Chapter 15 describes a relational database system for storing, managing, and utilizing multilocation, multiyear variety trial data. Chapter 16 describes experimental designs for crop variety trials and breeding nurseries. Most of the biplot analysis and conventional analyses, plus data management and experimental design, are conducted using the GGEbiplot software (www.ggebiplot.com). So the modules and functions of GGEbiplot are systematically but succinctly introduced in the penultimate chapter (Chapter 17). As a crop breeder and the developer of the software I use it for almost all aspects in my breeding work, from experimental design to data management, data analysis, and decision-making. Its high efficiency and user-friendliness allowed me time to write research papers and edit/review manuscripts for many scientific journals, in addition to running a productive oat breeding program.

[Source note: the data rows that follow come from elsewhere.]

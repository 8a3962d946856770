import { describe, expect, it } from "vitest";
import { buildLog } from "@/lib/build/build-log";
import { givenClasses } from "@/lib/channels/given-classes";
import { MARGIN_BY_FORCE, marginByForceCode } from "@/lib/channels/margin-by-force";
import { resolveChannel, resolveChannelOrReason } from "@/lib/channels/resolve-channel";
import { categoriesOf, namedCodes } from "@/lib/legend/categories";
import { zonesTable } from "@/lib/export/columns/zones-table";
import { outlineOf } from "@/lib/export/log-parts";
import type { Seeder } from "@/lib/machines/machine";
import { gridOfPass } from "@/lib/map-state/paint-pass";
import { rowStatistics } from "@/lib/statistics/row-statistics";
import { buildTileIndex, tileIndexBounds } from "@/lib/tiles/build-tile-index";
import { rasteriseTile } from "@/lib/tiles/rasterise-tile";
import { summariseLog } from "@/lib/tiles/summarise-log";
import { tileAt } from "@/lib/tiles/tile-address";
import { buildZones } from "@/lib/zones/zones";
import { trackOfLog } from "@/tests/lib/map-state/track-of-log";
import { makeLog, makeSeeder, straightTrack } from "@/tests/support/make-log";

const MACHINE = makeSeeder({ targetMarginN: 450, marginDeadbandN: 100, maxDownforceN: 1600 });
const { shortOfWeight, nearlyAtLimit, setTooLow, inBand, targetTooHigh, unitWeightTooMuch } = MARGIN_BY_FORCE;

type Read = (record: number, row: number) => number;

function place(read: { margin?: Read; downforce?: Read }, machine: Seeder | null = MACHINE, records = 60) {
  const channels = (["downforce", "margin"] as const).flatMap((id) => (read[id] ? [{ id, value: read[id] }] : []));
  const made = makeLog({ records: straightTrack({ from: [0, 0], headingDeg: 0, records }), channels });
  const built = buildLog(made, machine);
  if (!built.ok) throw new Error(built.error.message);
  return built.value.placed;
}

/** Row 1 .. 4 of the first record. */
const firstRecord = (placed: ReturnType<typeof place>, id: string) => [
  ...resolveChannel(placed, id)!.values.slice(0, 4),
];

describe("masks", () => {
  it("say where the margin is under target less its deadband, and nothing where none was logged", () => {
    const margin: Read = (_, row) => [349, 350, NaN, 900][row - 1]!;
    expect(firstRecord(place({ margin }), "underTarget")).toEqual([1, 0, NaN, 0]);
  });

  it("say where the force is at its limit to 1 % (hand-worked: 1600 - 16 = 1584)", () => {
    const downforce: Read = (_, row) => [1583, 1584, NaN, 1600][row - 1]!;
    expect(firstRecord(place({ downforce }), "atLimit")).toEqual([0, 1, NaN, 1]);
  });

  it("agree with the shares of the line-up", () => {
    const placed = place({ margin: (record, row) => 300 + ((record * 7 + row * 31) % 120) });
    const shares = rowStatistics(placed, "margin").items.map((item) => item.shareUnderTarget);
    const means = rowStatistics(placed, "underTarget").items.map((item) => item.mean);
    means.forEach((mean, row) => expect(mean).toBeCloseTo(shares[row]!, 6));
  });

  it("are refused with what is missing", () => {
    const said = (id: string, placed: ReturnType<typeof place>) => {
      const found = resolveChannelOrReason(placed, id);
      return found.ok ? "" : found.error;
    };
    const bare = place({ margin: () => 400, downforce: () => 900 }, makeSeeder());
    expect(said("underTarget", bare)).toMatch(/target margin/);
    expect(said("atLimit", bare)).toMatch(/highest force/);
    expect(said("marginByForce", bare)).toMatch(/target margin and how far off .* and the machine's highest force/);
    expect(said("underTarget", place({ downforce: () => 900 }))).toMatch(/margin of each row/);
    expect(said("deviation:marginByForce", place({ margin: () => 1, downforce: () => 1 }))).toMatch(/names/);
  });

  it("are offered only where the log and its machine give them", () => {
    const channels = ["margin", "downforce"].map((id) => ({ id, unit: "N", perRow: true }));
    expect(givenClasses(channels, MACHINE)).toEqual(["underTarget", "atLimit", "marginByForce"]);
    expect(givenClasses(channels, { ...MACHINE, marginDeadbandN: undefined })).toEqual(["underTarget", "atLimit"]);
    expect(givenClasses(channels, { targetMarginN: null, maxDownforceN: 1600 })).toEqual(["atLimit"]);
    expect(givenClasses([{ id: "margin", unit: "Pa", perRow: true }], MACHINE)).toEqual([]);
  });
});

describe("margin by force", () => {
  const levels = { underBelowN: 350, overAboveN: 550, atLimitFromN: 1584, nearLimitFromN: 1440, idleUpToN: 16 };

  it.each([
    [100, 1600, shortOfWeight],
    [349, 1584, shortOfWeight],
    [349, 1583, nearlyAtLimit],
    [-20, 1440, nearlyAtLimit],
    [100, 1439, setTooLow],
    [0, 0, setTooLow],
    [350, 1600, inBand],
    [550, 0, inBand],
    [551, 17, targetTooHigh],
    [900, 1600, targetTooHigh],
    [551, 16, unitWeightTooMuch],
    [NaN, 900, NaN],
    [900, NaN, NaN],
  ])("a margin of %d N under a force of %d N is class %d (hand-worked)", (margin, force, code) => {
    expect(marginByForceCode(margin, force, levels)).toBe(code);
  });

  it("comes out of a log reading by reading, and has a name for every code", () => {
    const margin: Read = (_, row) => [100, 450, 900, NaN][row - 1]!;
    const downforce: Read = (_, row) => [1600, 900, 0, 900][row - 1]!;
    expect(firstRecord(place({ margin, downforce }), "marginByForce")).toEqual([1, 4, 6, NaN]);
    const channel = resolveChannel(place({ margin, downforce }), "marginByForce")!;
    expect(categoriesOf("marginByForce")!.map(({ code }) => code)).toEqual([1, 2, 3, 4, 5, 6]);
    expect(channel.codeCount).toBe(namedCodes("marginByForce"));
  });
});

/** Two readings in three short of weight, the third with weight to spare: a mean would say "set too low", which none is. */
const mixed = () =>
  place({
    margin: (record) => (record % 3 === 2 ? 900 : 100),
    downforce: (record) => (record % 3 === 2 ? 0 : 1600),
  });

describe("names are never averaged", () => {
  it("far out a pixel and a column of the overview carry the name over the longest distance", () => {
    const placed = mixed();
    const channel = resolveChannel(placed, "marginByForce")!;
    const index = buildTileIndex(placed);
    const [west, south, east, north] = tileIndexBounds(index)!;
    const pixels = rasteriseTile(index, channel, { ...tileAt((west + east) / 2, (south + north) / 2, 13), size: 512 });
    expect(new Set(pixels.filter((value) => !Number.isNaN(value)))).toEqual(new Set([shortOfWeight]));
    expect(new Set(summariseLog(placed, channel, 4).values.flatMap((line) => [...line]))).toEqual(
      new Set([shortOfWeight]),
    );
  });

  it("nor in the unrolled pass", () => {
    const placed = mixed();
    const grid = gridOfPass(trackOfLog(placed, resolveChannel(placed, "marginByForce")!, 1), 5);
    expect(new Set(grid.flatMap((line) => [...line]))).toEqual(new Set([shortOfWeight]));
  });

  it("a row has the share of distance under each, and no mean (hand-worked: two in three)", () => {
    const [row] = rowStatistics(mixed(), "marginByForce").items;
    expect(row).toMatchObject({ n: 60, mean: null, p50: null, deviationZ: null, flagged: false });
    expect(row!.classShares!.map((share) => Math.round(share * 1000) / 1000)).toEqual([0.667, 0, 0, 0, 0, 0.333]);
    expect(row!.reason).toMatch(/names/);
  });

  it("a short stretch goes to its longer neighbour, whatever its number", () => {
    // 20 m in band, 1 m of "own weight", 9 m short of weight: by numbers 6 would be nearer to 4.
    const at = (record: number) => (record < 18 ? 1 : record < 20 ? 6 : 4);
    const placed = place({
      margin: (record) => ({ 1: 100, 4: 450, 6: 900 })[at(record)]!,
      downforce: (record) => ({ 1: 1600, 4: 900, 6: 0 })[at(record)]!,
    });
    const { features } = buildZones(placed, "marginByForce", { breaks: [1.5, 2.5, 3.5, 4.5, 5.5], minLengthM: 5 });
    const ofRow = features.map(({ properties }) => properties).filter(({ row }) => row === 1);
    expect(ofRow.map((zone) => [zone.class, zone.n])).toEqual([
      [0, 18],
      [3, 42],
    ]);
    expect(ofRow.every(({ mean, min, max }) => mean === null && min === null && max === null)).toBe(true);
  });

  it("an exported zone carries its name and no mean", () => {
    const breaks = [1.5, 2.5, 3.5, 4.5, 5.5];
    const { columns } = zonesTable(outlineOf(mixed()), { channel: "marginByForce", breaks });
    expect(columns.map(({ name }) => name)).not.toContain("mean");
    const [zone] = buildZones(mixed(), "marginByForce", { breaks }).features;
    const name = columns.find((column) => column.name === "name")!;
    expect(name.read(zone!.properties)).toBe("Short of weight, or resistance too high");
  });
});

I write this book as a hands-on plant breeder. All issues addressed in this book are real problems identified from my own breeding work. In fact, since my target region is Eastern Canada, the sample data used in this book are mostly real data from the oat variety trials conducted in Eastern Canada or across Canada. This is out of convenience, but also ensures that the topics are relevant, methods are valid, and conclusions are meaningful and verifiable. This book is written for plant breeders/agronomists who conduct and analyze variety trials and statisticians who work with them. I hope that breeders/agronomists will find the book useful in providing the theoretical framework and a holistic picture about crop variety trials, in providing solutions to experimental design, data management, and data analysis at various levels and aspects, and in clarifying some long-standing confusions related to genotype-by-environment data analysis and stability analysis. I also hope that statisticians will find this book useful in understanding the problems facing plant breeders/agronomists to make their assistance more relevant and efficient. This book is also written for graduate students in the areas of plant breeding, genetics, agronomy, and applied statistics so that they are better prepared as future plant breeders, agronomists, and agricultural statisticians.